What needs to be done >> Pull each line containing "touched" out of the data and copy it.

(Collected data)
________________________
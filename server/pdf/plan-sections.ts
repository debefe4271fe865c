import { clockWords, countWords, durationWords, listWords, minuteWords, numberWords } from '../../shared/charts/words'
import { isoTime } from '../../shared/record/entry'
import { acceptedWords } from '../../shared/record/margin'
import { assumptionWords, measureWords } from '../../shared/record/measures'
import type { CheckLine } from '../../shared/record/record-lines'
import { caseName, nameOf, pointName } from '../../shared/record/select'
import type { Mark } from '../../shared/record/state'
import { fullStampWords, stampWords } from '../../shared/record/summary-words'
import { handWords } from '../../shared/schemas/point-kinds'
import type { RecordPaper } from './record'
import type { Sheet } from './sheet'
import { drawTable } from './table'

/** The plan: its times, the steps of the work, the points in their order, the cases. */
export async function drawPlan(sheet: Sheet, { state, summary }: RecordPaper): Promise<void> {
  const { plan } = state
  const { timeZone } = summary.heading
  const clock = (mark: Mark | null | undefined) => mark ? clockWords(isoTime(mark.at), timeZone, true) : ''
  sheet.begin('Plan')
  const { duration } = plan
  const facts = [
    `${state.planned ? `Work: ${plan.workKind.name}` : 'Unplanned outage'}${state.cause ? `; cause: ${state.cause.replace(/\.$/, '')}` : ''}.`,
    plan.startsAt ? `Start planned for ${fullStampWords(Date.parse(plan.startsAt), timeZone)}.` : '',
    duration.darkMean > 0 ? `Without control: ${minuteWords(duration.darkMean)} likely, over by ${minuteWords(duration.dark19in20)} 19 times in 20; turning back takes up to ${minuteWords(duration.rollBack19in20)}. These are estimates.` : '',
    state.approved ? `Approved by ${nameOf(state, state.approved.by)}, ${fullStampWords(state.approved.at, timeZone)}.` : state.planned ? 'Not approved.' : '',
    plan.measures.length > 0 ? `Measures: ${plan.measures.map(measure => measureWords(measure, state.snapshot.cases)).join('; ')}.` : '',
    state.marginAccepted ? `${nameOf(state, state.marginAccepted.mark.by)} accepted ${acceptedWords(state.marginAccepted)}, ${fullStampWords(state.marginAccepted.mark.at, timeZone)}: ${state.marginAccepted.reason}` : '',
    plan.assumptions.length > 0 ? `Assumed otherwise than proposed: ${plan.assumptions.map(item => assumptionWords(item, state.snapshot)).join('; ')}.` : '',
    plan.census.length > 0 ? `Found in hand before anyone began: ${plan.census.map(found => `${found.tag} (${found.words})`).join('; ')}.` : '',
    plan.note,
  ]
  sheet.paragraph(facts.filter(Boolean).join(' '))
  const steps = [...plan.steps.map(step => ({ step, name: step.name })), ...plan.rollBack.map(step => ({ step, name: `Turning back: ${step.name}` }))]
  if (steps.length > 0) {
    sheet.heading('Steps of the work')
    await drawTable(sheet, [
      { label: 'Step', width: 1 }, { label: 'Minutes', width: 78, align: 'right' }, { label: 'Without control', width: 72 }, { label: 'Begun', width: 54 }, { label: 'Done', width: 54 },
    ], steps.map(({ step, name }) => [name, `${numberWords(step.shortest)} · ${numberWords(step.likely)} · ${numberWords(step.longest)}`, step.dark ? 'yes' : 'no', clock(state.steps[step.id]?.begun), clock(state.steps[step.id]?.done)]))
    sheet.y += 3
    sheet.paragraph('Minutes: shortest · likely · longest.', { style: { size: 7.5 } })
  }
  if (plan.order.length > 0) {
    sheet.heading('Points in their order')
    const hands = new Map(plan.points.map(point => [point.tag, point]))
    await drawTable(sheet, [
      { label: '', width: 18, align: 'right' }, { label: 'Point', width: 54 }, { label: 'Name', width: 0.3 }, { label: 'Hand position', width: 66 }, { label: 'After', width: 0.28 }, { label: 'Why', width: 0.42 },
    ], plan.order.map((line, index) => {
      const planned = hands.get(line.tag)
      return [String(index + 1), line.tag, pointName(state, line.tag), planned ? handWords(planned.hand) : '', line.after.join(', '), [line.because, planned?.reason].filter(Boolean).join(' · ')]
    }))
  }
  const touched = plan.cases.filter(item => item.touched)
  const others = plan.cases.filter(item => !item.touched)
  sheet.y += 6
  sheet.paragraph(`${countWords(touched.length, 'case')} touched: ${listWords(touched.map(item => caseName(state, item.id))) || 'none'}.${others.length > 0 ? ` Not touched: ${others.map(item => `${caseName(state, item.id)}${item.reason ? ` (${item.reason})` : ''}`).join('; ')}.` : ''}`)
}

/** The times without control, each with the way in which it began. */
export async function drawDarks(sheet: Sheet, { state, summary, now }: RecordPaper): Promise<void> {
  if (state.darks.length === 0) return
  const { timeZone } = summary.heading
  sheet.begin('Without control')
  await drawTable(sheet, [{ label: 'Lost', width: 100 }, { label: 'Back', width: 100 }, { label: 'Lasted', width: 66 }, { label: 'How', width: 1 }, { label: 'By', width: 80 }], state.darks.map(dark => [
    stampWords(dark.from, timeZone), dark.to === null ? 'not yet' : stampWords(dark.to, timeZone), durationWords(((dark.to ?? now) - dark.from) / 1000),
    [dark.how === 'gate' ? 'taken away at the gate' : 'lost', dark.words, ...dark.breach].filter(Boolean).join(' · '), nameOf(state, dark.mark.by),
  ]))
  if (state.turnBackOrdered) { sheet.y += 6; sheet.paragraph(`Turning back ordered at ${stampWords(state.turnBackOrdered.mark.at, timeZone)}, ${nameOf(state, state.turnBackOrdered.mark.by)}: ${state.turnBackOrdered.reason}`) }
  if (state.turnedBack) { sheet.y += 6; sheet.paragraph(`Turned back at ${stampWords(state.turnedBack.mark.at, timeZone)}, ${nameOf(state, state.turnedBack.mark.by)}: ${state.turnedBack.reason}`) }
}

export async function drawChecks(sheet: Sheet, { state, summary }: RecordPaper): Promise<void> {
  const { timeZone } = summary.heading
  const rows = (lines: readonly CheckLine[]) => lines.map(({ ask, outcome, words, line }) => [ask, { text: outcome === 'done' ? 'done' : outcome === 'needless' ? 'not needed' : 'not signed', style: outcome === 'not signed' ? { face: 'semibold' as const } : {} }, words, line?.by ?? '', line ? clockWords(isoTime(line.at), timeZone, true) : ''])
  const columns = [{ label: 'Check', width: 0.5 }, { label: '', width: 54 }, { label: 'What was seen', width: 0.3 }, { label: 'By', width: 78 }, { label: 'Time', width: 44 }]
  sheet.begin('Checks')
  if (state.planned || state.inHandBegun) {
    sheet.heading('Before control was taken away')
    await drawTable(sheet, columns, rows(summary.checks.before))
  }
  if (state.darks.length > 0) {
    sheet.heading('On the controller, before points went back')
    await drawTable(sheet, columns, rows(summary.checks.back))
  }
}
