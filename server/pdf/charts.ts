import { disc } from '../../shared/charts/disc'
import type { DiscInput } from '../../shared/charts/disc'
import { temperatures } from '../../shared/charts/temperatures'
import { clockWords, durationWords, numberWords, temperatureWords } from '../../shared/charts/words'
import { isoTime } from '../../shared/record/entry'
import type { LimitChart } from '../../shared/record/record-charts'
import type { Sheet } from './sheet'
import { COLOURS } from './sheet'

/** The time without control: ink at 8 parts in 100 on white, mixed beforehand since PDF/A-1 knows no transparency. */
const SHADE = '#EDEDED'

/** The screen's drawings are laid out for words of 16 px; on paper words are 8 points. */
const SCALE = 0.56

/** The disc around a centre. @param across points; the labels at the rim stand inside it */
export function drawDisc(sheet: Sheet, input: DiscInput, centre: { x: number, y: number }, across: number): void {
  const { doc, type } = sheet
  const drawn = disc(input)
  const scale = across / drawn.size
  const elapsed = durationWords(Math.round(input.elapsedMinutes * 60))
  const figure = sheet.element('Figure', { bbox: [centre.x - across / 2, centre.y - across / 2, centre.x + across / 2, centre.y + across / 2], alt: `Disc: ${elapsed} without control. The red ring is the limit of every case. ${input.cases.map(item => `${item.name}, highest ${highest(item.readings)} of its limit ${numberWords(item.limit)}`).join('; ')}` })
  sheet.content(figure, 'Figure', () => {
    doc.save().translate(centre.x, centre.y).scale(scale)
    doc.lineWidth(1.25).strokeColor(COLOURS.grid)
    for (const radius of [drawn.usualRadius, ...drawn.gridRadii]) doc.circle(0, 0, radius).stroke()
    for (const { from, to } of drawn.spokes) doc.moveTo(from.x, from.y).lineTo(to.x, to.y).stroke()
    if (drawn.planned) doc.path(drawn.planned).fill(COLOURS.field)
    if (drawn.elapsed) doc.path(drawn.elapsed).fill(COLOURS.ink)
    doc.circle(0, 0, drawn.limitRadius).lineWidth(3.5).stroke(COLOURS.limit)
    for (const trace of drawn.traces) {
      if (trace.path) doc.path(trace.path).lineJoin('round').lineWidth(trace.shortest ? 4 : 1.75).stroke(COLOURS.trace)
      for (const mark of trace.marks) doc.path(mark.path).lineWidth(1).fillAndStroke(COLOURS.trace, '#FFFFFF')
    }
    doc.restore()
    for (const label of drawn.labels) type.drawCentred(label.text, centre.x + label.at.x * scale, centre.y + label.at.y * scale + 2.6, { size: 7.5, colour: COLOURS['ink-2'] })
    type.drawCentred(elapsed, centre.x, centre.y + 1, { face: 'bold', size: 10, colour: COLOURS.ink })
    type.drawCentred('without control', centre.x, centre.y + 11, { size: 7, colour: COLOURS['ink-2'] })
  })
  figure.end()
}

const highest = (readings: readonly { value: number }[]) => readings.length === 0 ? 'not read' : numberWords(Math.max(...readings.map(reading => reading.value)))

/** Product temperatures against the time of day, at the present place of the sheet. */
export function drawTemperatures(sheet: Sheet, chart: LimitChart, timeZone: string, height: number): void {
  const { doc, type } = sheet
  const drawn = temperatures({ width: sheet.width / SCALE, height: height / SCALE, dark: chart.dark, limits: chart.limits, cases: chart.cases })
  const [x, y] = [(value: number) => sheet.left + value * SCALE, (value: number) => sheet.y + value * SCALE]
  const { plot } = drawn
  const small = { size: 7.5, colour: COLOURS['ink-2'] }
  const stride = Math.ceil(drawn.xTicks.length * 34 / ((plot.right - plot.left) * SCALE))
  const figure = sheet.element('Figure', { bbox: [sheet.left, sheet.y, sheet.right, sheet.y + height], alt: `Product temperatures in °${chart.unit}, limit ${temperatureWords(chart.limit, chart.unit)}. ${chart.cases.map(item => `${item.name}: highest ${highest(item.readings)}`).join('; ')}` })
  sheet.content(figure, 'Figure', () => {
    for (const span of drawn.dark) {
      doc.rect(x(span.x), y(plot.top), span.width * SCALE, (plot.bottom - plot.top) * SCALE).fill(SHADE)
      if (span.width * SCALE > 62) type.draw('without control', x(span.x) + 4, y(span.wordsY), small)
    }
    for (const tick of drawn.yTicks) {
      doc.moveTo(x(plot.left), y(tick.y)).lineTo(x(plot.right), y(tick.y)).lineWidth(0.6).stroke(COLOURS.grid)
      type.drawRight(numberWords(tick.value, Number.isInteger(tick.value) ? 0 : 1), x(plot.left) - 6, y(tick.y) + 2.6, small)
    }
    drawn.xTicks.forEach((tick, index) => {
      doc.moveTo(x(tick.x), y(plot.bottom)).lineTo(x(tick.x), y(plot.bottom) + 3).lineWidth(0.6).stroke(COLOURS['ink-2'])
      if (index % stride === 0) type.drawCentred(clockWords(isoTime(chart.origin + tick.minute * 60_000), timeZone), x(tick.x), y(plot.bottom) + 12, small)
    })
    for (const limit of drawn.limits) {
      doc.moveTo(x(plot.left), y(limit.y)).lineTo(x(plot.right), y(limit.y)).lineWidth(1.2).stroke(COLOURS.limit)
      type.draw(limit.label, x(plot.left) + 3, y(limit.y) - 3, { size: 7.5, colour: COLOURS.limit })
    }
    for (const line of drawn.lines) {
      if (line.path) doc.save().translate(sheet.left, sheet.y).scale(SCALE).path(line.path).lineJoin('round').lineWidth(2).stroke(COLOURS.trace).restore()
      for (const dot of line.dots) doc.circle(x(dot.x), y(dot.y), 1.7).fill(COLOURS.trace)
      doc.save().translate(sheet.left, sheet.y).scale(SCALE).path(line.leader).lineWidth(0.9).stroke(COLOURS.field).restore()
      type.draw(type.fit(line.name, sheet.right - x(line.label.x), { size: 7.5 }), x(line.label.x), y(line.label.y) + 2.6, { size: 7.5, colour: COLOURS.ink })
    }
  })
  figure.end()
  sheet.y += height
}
________________________
Response box >>
  const touched = plan.cases.filter(item => item.touched)
  const others = plan.cases.filter(item => !item.touched)
  sheet.paragraph(`${countWords(touched.length, 'case')} touched: ${listWords(touched.map(item => caseName(state, item.id))) || 'none'}.${others.length > 0 ? ` Not touched: ${others.map(item => `${caseName(state, item.id)}${item.reason ? ` (${item.reason})` : ''}`).join('; ')}.` : ''}`)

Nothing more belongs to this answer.